[Collected data]
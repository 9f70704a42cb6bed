// Package par runs a few parts of one job side by side on a shared pool of
// worker goroutines.
//
// Waking a parked goroutine costs a futex call and, on a virtual machine, a
// trip through the hypervisor (tens of microseconds measured on the bench
// machine, as much as a whole small matrix product). So a worker that has
// finished a part keeps looking for the next one for spinFor before it
// parks, and a caller waiting for its parts runs queued parts itself (any
// caller's) instead of parking at once. Parts may start further jobs
// (nested Do): every queued part has an owner that is running or helping,
// so nothing waits on a part nobody will run.
package par

import (
	"os"
	"runtime"
	"sync"
	"sync/atomic"
	"time"
)

// spinFor is how long an idle worker or a waiting caller keeps looking for
// work before it parks: 500 µs, or VITALS_SPIN (a Go duration; 0 parks at
// once, for machines shared with other work). On the bench machine the
// MLP's executor went from 0.13 to 0.07–0.09 ms per item (0, 50 µs, 200 µs,
// 500 µs, 1 ms and 2 ms tried; from 200 µs on the gain was within noise).
var spinFor atomic.Int64 // nanoseconds

func init() { spinFor.Store(int64(spinFromEnv())) }

// task is one Do call: its function, the parts not yet finished, a
// wake-up for a caller that parked, and the first panic of a part.
type task struct {
	f     func(int)
	left  atomic.Int32
	done  chan struct{} // receives one token when left reaches 0
	mu    sync.Mutex
	panic any
}

type part struct {
	t *task
	i int
}

// run runs the part, keeping a panic for the task's caller: whatever
// goroutine runs a part, the panic surfaces in the goroutine that called
// Do (whose recover, if any, expects it), and the part still counts as
// finished, so no caller waits for it forever.
func (p part) run() {
	defer func() {
		if r := recover(); r != nil {
			p.t.keepPanic(r)
		}
		if p.t.left.Add(-1) == 0 {
			p.t.done <- struct{}{}
		}
	}()
	p.t.f(p.i)
}

func (t *task) keepPanic(r any) {
	t.mu.Lock()
	if t.panic == nil {
		t.panic = r
	}
	t.mu.Unlock()
}

var (
	queue    = make(chan part, 1024)
	poolMu   sync.Mutex
	nWorkers int
	taskPool = sync.Pool{New: func() any { return &task{done: make(chan struct{}, 1)} }}
)

// Do runs f(0), …, f(w−1) at once, the last on the calling goroutine, and
// returns when all are done (w ≤ 1: f(0) alone, on the caller). When parts
// panic, Do panics with the first value kept once every part has finished.
func Do(w int, f func(part int)) {
	if w <= 1 {
		f(0)
		return
	}
	ensureWorkers(w - 1)
	t := taskPool.Get().(*task)
	t.f = f
	t.left.Store(int32(w))
	for i := 0; i < w-1; i++ {
		queue <- part{t, i}
	}
	part{t, w - 1}.run()
	t.wait()
	r := t.panic
	t.f, t.panic = nil, nil
	taskPool.Put(t)
	if r != nil {
		panic(r)
	}
}

// wait returns when every queued part of t has finished, running queued
// parts meanwhile.
func (t *task) wait() {
	deadline := time.Time{}
	for t.left.Load() != 0 {
		select {
		case p := <-queue:
			p.run()
			continue
		default:
		}
		if deadline.IsZero() {
			deadline = time.Now().Add(time.Duration(spinFor.Load()))
		} else if time.Now().After(deadline) {
			select {
			case <-t.done:
				return
			case p := <-queue:
				p.run()
				continue
			}
		}
		runtime.Gosched()
	}
	<-t.done // the token of the last part, sent just after left reached 0
}

// ensureWorkers starts pool workers until n exist.
func ensureWorkers(n int) {
	poolMu.Lock()
	for nWorkers < n {
		go worker()
		nWorkers++
	}
	poolMu.Unlock()
}

// worker runs queued parts, looking for the next one for spinFor after each
// before it parks.
func worker() {
	for {
		select {
		case p := <-queue:
			p.run()
			continue
		default:
		}
		deadline := time.Now().Add(time.Duration(spinFor.Load()))
		for {
			select {
			case p := <-queue:
				p.run()
				deadline = time.Now().Add(time.Duration(spinFor.Load()))
				continue
			default:
			}
			if time.Now().After(deadline) {
				break
			}
			runtime.Gosched()
		}
		(<-queue).run()
	}
}

func spinFromEnv() time.Duration {
	if d, err := time.ParseDuration(os.Getenv("VITALS_SPIN")); err == nil && d >= 0 {
		return d
	}
	return 500 * time.Microsecond
}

* ACTIVITY *
Count the lines in the entries above that hold the string "token", and give that count without any other text.

* SOLUTION TO THIS TASK *
2